My Prize-Winning Velvety Smooth Pudding Cake instructions

  1. Preheat oven to 160°C. Lightly grease the pan with butter. (Just a little, as shown in the photo.).
  2. Make the caramel. Heat the sugar and water in a saucepan..
  3. When it starts to boil, and is the color shown in the photo, it will quickly turn dark brown. (Be careful not to burn it, or it will be bitter.).
  4. Immediately pour the caramel into the cake pan..
  5. Prepare the egg mixture. Put the whole egg, the egg yolks and sugar in a bowl and beat well with a whisk for 1-2 minutes..
  6. Here is the key to making it taste even better! Heat up the whipping cream and milk in the same pan you used to make the caramel..

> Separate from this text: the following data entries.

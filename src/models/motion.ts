/**
 * Kinematic motion models for one axis, driven by continuous white noise of the highest
 * derivative, discretized exactly for a time step Δt (irregular steps allowed).
 * Source: Bar-Shalom, Li, Kirubarajan, "Estimation with Applications to Tracking and Navigation",
 * Wiley 2001, §6.2 (continuous white-noise acceleration, CWNA) and §6.3 (white-noise jerk, Wiener
 * process acceleration).
 */

export type MotionKind = 'cv' | 'ca';

/** Number of kinematic states of a motion model (position, velocity[, acceleration]). */
export function motionDim(kind: MotionKind): number {
  return kind === 'cv' ? 2 : 3;
}

/**
 * Write the motion block of F (n×n row-major, block at row/col 0) for step dtSec.
 * CV: F = [[1, Δt], [0, 1]];  CA: F = [[1, Δt, Δt²/2], [0, 1, Δt], [0, 0, 1]].
 */
export function fillMotionF(kind: MotionKind, dtSec: number, F: Float64Array, n: number): void {
  F[0] = 1;
  F[1] = dtSec;
  F[n] = 0;
  F[n + 1] = 1;
  if (kind === 'ca') {
    F[2] = 0.5 * dtSec * dtSec;
    F[n + 2] = dtSec;
    F[2 * n] = 0;
    F[2 * n + 1] = 0;
    F[2 * n + 2] = 1;
  }
}

/**
 * Write the motion block of Q for step dtSec and spectral density q.
 * CV (q in m²/s³): Q = q·[[Δt³/3, Δt²/2], [Δt²/2, Δt]].
 * CA (q in m²/s⁵): Q = q·[[Δt⁵/20, Δt⁴/8, Δt³/6], [Δt⁴/8, Δt³/3, Δt²/2], [Δt³/6, Δt²/2, Δt]].
 */
export function fillMotionQ(kind: MotionKind, dtSec: number, q: number, Q: Float64Array, n: number): void {
  const t = dtSec, t2 = t * t, t3 = t2 * t;
  if (kind === 'cv') {
    Q[0] = (q * t3) / 3;
    Q[1] = Q[n] = (q * t2) / 2;
    Q[n + 1] = q * t;
    return;
  }
  const t4 = t3 * t, t5 = t4 * t;
  Q[0] = (q * t5) / 20;
  Q[1] = Q[n] = (q * t4) / 8;
  Q[2] = Q[2 * n] = (q * t3) / 6;
  Q[n + 1] = (q * t3) / 3;
  Q[n + 2] = Q[2 * n + 1] = (q * t2) / 2;
  Q[2 * n + 2] = q * t;
}
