/** Sessions for the output tests, from the seeded simulator (computed once per test file). */
import { loadConfig } from '../../src/config/load.js';
import type { HindcastConfig } from '../../src/config/schema.js';
import { readFixCsv } from '../../src/input/csv-fixes.js';
import type { FixSeries } from '../../src/input/fix-series.js';
import { processSession } from '../../src/session/process-session.js';
import type { SessionResult } from '../../src/session/result/result.js';
import { buildSummary, okEntry, type BatchSummary } from '../../src/output/summary.js';
import { defaultSpec, scenarioCsv, simulate, type ScenarioSpec } from '../../src/simulate/scenario.js';
import { overviewData, reportPayload, sessionPageName, type OverviewData, type ReportPayload } from '../../src/output/report/index.js';

export interface Fixture {
  cfg: HindcastConfig;
  series: FixSeries;
  result: SessionResult;
}

const cache = new Map<string, Fixture>();

export function session(kind: 'walk' | 'vehicle' | 'drone', seed: number, over: Partial<ScenarioSpec> = {}, name = `${kind}-${seed}`): Fixture {
  const key = JSON.stringify([kind, seed, over, name]);
  const hit = cache.get(key);
  if (hit) return hit;
  const cfg = loadConfig();
  const series = readFixCsv(scenarioCsv(simulate(defaultSpec(kind, seed, over))), `${name}.csv`, cfg);
  const f = { cfg, series, result: processSession(series, cfg, name) };
  cache.set(key, f);
  return f;
}

/**
 * A result with the optional IMU fields filled with smooth made-up values (the report only draws
 * them; the IMU pipeline has its own tests).
 */
export function withImu(r: SessionResult, name = `${r.name}-imu`): SessionResult {
  const N = r.N;
  const wave = (amp: number, periodSec: number, off = 0) => Float64Array.from(r.tSec, (t) => off + amp * Math.sin((2 * Math.PI * (t - r.tSec[0]!)) / periodSec));
  const heading = Float64Array.from(r.tSec, (t) => (((t - r.tSec[0]!) * 1.7) % 360 + 360) % 360);
  const c = (v: number) => new Float64Array(N).fill(v);
  return {
    ...r,
    name,
    attitudeDeg: { roll: wave(2, 40), pitch: wave(1, 55), heading },
    attitudeSdDeg: { roll: c(0.2), pitch: c(0.2), heading: wave(0.3, 90, 0.8) },
    biasEstimates: {
      accelMps2: [wave(0.01, 200, 0.05), wave(0.01, 250, -0.02), c(0.03)],
      accelSdMps2: [c(0.005), c(0.005), c(0.005)],
      gyroRadps: [c(1e-4), wave(2e-5, 300, -5e-5), c(2e-5)],
      gyroSdRadps: [c(1e-5), c(1e-5), c(1e-5)],
    },
  };
}

/**
 * A batch of four ok sessions (one long enough to be thinned, one IMU-aided) and one failed
 * session: the summary (each ok session lists its page among its outputs, as the batch writes
 * them), the report payloads and the overview data made from them.
 */
export function batch(): { summary: BatchSummary; payloads: Map<string, ReportPayload>; overviews: Map<string, OverviewData>; results: SessionResult[] } {
  const v = session('vehicle', 7, { durationSec: 300 }).result;
  const results = [v, session('walk', 3, { durationSec: 420 }).result, session('drone', 5, { durationSec: 300 }).result, withImu(v)];
  const entries = results.map((r) => okEntry(r, `${r.name}.csv`, [`${r.name}.track.csv`, sessionPageName(r.name)], 0.1));
  entries.push({ name: 'broken', input: 'broken.csv', status: 'failed', reason: 'broken.csv:1: no time column found', warnings: [] });
  const summary = buildSummary('0.0.0-test', 'logs', 'default', entries);
  // the drone session (1500 epochs at 5 Hz) is thinned for drawing
  const payloads = new Map(results.map((r) => [r.name, reportPayload(r, { maxPoints: r.name.startsWith('drone') ? 600 : 2000 })] as const));
  const overviews = new Map([...payloads].map(([k, p]) => [k, overviewData(p)] as const));
  return { summary, payloads, overviews, results };
}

  7. There will still be some caramel stuck to the saucepan, so heat it to about the temperature of bath water to melt it..
  8. Carefully pour the egg mixture from Step 5 into the saucepan. Add a few drops of vanilla extract..
  9. Pour the mixture from the saucepan in Step 8 through a strainer into the cake pan with caramel in the bottom..
  10. Make the sponge cake batter. Beat the eggs and sugar in a bowl over a 50°C hot water bath..
  11. Hint!! You will use hot water when you bake it in the oven, so heat enough water for both..
  12. When the batter is warm to the touch, take it off the hot water bath and beat it on high speed with an electric hand mixer until it's pale and thick..
  13. Another important point! Beat it on low speed for one minute at the end to blend..
  14. Gently fold in the plain flour. Mix in the oil just before the batter is completely blended..
  15. Pour the batter from Step 14 into the cake pan..
  16. Put the cake pan in a 5 ml-deep hot water bath, and bake at 160°C for 28 minutes..
  17. It's done when a bamboo skewer inserted comes out clean..
  18. Cover with plastic wrap when it has cooled off, then put the pan in the refrigerator to chill..
  19. When it's well chilled, run a bamboo skewer around the edge, and it will come out of the pan nice and clean..
  20. Cover with a plate and invert the cake onto it..
  21. The sponge layer, soaked in lots of caramel sauce, will be on the bottom. (Just looking at it will make you smile.).
  22. You're all done!.
  23. I'm often asked what kind of cake pan to cook it in, but you can use any pan you happen to have, such as a pound cake pan, an 18 cm round pan or a ramekin..
  24. I made this cake in a 20 cm square pan. If you use a pan larger than 15 cm, shorten the baking time and test it for doneness..
  25. If you use a pan smaller than 15 cm, reduce the amount of batter you pour in the pan by about 1.5 cm, and shorten the baking time..

This two-layer beauty features a striking red interior. It calls for more baking cocoa than most red velvet cakes, making it extra chocolaty. Feel free to change the color of the food coloring to suit the occasion. I think this award winning red velvet cake recipe will be a winner in. By using the same pan you used to make the caramel to heat the milk and whipping cream, the caramel stuck to the pan will melt and tinge the cream the color.